[Opening Exercise data section]

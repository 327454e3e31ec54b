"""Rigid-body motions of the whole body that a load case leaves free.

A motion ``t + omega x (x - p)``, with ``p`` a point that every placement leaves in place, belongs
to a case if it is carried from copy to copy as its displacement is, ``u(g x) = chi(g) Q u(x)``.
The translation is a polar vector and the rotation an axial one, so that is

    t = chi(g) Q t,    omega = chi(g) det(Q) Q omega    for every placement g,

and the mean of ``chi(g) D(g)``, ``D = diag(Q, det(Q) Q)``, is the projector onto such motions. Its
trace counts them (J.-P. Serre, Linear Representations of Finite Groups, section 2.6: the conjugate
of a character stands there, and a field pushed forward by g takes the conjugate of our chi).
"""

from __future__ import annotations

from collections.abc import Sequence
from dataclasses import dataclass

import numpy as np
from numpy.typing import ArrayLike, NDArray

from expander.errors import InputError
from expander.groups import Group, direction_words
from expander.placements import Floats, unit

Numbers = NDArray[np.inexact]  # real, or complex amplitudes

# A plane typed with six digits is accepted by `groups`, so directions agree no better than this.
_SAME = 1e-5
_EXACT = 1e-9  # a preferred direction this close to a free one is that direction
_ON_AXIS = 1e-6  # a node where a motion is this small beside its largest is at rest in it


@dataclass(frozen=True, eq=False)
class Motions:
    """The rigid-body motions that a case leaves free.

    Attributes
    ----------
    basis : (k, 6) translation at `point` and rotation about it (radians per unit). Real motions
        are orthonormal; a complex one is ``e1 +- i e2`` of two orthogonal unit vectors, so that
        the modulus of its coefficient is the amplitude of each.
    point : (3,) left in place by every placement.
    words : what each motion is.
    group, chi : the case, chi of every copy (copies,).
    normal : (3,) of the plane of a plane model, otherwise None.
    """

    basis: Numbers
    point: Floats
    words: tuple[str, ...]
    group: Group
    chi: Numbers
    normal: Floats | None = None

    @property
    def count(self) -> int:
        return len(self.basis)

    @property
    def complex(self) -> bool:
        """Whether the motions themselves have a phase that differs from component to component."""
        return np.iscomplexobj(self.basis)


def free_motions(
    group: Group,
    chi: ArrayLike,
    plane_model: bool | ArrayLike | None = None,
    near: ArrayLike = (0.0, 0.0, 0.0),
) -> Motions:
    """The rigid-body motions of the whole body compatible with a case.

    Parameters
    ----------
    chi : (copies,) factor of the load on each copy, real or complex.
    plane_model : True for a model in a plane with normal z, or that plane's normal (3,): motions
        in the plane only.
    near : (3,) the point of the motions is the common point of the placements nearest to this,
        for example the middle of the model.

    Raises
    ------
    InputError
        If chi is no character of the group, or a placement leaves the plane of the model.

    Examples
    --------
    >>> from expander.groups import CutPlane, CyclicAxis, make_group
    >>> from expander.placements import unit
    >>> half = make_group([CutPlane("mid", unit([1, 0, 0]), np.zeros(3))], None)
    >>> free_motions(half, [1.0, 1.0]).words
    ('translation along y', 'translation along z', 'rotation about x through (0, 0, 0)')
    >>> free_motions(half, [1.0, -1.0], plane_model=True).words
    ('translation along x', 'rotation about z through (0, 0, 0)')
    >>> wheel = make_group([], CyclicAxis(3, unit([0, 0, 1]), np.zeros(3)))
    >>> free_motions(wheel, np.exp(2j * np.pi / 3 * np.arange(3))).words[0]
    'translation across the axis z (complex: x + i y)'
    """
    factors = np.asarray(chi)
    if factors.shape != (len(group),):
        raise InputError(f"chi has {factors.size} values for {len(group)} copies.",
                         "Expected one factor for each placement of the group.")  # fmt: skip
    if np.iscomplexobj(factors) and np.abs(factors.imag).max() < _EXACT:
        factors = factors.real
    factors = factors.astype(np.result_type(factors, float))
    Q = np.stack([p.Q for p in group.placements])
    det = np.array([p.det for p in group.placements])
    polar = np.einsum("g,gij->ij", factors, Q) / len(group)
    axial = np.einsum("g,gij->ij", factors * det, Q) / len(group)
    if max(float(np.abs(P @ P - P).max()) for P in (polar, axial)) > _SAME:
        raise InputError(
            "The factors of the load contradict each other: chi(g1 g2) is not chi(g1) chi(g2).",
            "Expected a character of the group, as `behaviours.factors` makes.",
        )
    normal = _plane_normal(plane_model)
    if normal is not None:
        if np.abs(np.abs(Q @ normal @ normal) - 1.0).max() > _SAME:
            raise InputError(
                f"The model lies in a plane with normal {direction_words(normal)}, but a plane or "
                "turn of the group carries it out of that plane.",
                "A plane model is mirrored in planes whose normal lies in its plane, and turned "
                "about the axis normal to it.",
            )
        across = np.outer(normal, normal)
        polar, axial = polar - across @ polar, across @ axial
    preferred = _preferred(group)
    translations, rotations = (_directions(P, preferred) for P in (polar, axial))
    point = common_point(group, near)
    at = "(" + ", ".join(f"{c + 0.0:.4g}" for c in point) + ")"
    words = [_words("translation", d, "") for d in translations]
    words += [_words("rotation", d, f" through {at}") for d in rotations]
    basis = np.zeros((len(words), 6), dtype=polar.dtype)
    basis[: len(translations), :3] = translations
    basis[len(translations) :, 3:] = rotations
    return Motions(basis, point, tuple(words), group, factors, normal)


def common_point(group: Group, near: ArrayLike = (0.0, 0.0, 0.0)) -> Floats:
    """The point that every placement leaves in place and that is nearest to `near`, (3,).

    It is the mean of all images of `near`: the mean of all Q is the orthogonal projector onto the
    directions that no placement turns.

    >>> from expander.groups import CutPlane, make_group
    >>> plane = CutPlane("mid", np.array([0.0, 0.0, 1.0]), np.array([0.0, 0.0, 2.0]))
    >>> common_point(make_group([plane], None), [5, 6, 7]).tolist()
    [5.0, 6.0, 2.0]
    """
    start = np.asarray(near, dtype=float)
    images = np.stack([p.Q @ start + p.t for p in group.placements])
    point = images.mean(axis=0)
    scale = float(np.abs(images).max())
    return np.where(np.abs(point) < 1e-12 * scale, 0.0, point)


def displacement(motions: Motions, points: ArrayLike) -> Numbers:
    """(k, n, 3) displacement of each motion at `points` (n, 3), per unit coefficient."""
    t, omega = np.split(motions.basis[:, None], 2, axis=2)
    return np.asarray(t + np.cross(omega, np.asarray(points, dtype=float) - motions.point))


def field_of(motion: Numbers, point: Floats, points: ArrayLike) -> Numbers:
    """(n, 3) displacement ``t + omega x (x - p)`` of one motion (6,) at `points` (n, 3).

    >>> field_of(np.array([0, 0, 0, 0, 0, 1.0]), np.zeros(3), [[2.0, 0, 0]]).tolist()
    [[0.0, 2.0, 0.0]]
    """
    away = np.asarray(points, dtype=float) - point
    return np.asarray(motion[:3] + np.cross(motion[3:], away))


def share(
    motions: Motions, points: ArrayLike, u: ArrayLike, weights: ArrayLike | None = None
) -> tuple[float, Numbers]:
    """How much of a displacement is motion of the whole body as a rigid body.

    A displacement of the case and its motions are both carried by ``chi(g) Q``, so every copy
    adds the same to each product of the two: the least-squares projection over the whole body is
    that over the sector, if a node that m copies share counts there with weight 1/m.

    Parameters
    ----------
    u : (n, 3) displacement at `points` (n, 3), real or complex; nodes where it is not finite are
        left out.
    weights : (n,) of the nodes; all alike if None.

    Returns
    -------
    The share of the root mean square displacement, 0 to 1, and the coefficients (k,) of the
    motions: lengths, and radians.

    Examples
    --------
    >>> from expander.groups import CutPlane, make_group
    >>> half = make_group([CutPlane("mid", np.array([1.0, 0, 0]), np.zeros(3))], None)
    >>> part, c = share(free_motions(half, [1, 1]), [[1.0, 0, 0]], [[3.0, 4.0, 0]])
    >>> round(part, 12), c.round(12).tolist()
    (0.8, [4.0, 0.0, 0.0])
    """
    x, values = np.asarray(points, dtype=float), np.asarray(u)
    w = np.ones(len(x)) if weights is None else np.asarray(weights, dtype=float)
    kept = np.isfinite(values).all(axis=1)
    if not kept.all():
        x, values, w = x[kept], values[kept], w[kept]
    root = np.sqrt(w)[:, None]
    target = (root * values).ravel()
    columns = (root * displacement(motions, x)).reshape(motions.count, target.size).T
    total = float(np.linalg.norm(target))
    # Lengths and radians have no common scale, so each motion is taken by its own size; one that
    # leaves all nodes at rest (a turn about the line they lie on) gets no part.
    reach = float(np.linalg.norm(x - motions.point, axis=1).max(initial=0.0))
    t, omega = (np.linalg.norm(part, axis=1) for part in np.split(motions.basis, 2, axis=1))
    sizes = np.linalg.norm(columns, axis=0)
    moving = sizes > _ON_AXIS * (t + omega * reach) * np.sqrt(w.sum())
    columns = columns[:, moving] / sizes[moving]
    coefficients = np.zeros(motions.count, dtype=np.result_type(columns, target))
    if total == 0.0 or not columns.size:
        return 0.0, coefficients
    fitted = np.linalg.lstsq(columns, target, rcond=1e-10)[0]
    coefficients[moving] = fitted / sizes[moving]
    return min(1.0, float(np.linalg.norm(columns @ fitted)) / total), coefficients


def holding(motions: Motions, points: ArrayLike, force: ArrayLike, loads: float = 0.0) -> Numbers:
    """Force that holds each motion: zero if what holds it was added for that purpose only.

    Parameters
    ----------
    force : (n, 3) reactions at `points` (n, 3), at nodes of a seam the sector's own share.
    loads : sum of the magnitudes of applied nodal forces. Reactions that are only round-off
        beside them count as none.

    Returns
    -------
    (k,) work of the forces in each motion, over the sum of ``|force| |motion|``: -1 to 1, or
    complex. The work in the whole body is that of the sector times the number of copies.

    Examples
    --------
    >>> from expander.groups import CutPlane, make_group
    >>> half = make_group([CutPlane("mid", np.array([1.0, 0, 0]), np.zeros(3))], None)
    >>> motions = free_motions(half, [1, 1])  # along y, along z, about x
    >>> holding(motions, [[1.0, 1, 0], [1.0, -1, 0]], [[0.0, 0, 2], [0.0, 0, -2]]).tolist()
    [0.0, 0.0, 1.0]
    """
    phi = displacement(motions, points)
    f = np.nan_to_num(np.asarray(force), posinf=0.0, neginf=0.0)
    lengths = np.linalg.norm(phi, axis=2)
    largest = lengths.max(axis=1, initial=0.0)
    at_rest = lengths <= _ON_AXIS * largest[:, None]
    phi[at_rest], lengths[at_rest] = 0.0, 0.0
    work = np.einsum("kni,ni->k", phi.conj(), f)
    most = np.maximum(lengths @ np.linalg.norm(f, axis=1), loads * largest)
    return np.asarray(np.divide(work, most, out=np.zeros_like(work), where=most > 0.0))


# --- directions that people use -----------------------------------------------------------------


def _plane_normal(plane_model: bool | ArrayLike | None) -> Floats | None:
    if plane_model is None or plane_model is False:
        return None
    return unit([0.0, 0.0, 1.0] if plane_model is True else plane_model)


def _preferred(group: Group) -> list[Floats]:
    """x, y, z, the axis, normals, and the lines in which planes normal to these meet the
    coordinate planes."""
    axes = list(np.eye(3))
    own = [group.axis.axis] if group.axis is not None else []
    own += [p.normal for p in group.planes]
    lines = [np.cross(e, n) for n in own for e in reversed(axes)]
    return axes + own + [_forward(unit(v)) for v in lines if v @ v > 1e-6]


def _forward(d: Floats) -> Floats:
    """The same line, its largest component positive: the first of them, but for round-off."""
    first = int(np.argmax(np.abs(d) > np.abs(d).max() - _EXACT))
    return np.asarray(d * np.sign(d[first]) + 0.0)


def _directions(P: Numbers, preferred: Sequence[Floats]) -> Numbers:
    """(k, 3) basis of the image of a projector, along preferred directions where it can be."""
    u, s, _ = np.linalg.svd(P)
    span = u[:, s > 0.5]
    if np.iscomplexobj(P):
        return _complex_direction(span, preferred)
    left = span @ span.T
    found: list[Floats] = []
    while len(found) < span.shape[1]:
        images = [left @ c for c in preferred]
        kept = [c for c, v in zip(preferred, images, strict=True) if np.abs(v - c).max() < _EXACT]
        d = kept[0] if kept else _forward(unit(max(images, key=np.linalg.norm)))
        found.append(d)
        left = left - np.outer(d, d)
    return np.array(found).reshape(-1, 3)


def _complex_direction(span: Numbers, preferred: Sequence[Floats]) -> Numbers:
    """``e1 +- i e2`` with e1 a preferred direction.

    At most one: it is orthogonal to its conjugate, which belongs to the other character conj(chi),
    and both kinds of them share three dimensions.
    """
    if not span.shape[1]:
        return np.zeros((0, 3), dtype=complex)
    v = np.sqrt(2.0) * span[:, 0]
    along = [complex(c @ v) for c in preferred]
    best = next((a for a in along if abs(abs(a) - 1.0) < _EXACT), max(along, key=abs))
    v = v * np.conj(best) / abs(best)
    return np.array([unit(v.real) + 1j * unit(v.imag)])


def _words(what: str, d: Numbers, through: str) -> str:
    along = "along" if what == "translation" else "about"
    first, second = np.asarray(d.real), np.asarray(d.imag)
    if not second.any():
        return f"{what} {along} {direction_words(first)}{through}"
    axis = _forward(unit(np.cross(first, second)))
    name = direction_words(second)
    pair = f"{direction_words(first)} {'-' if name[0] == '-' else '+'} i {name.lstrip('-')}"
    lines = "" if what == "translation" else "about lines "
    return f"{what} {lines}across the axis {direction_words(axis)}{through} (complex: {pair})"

[Closing Exercise data section]

Task details: Only one stretch of the entries above is wanted: the lines from the one containing "lines = [np.cross(e, n)" through the one containing "left = left - np.outer(d, d)". Please reproduce it exactly.

Expected output:
    lines = [np.cross(e, n) for n in own for e in reversed(axes)]
    return axes + own + [_forward(unit(v)) for v in lines if v @ v > 1e-6]


def _forward(d: Floats) -> Floats:
    """The same line, its largest component positive: the first of them, but for round-off."""
    first = int(np.argmax(np.abs(d) > np.abs(d).max() - _EXACT))
    return np.asarray(d * np.sign(d[first]) + 0.0)


def _directions(P: Numbers, preferred: Sequence[Floats]) -> Numbers:
    """(k, 3) basis of the image of a projector, along preferred directions where it can be."""
    u, s, _ = np.linalg.svd(P)
    span = u[:, s > 0.5]
    if np.iscomplexobj(P):
        return _complex_direction(span, preferred)
    left = span @ span.T
    found: list[Floats] = []
    while len(found) < span.shape[1]:
        images = [left @ c for c in preferred]
        kept = [c for c, v in zip(preferred, images, strict=True) if np.abs(v - c).max() < _EXACT]
        d = kept[0] if kept else _forward(unit(max(images, key=np.linalg.norm)))
        found.append(d)
        left = left - np.outer(d, d)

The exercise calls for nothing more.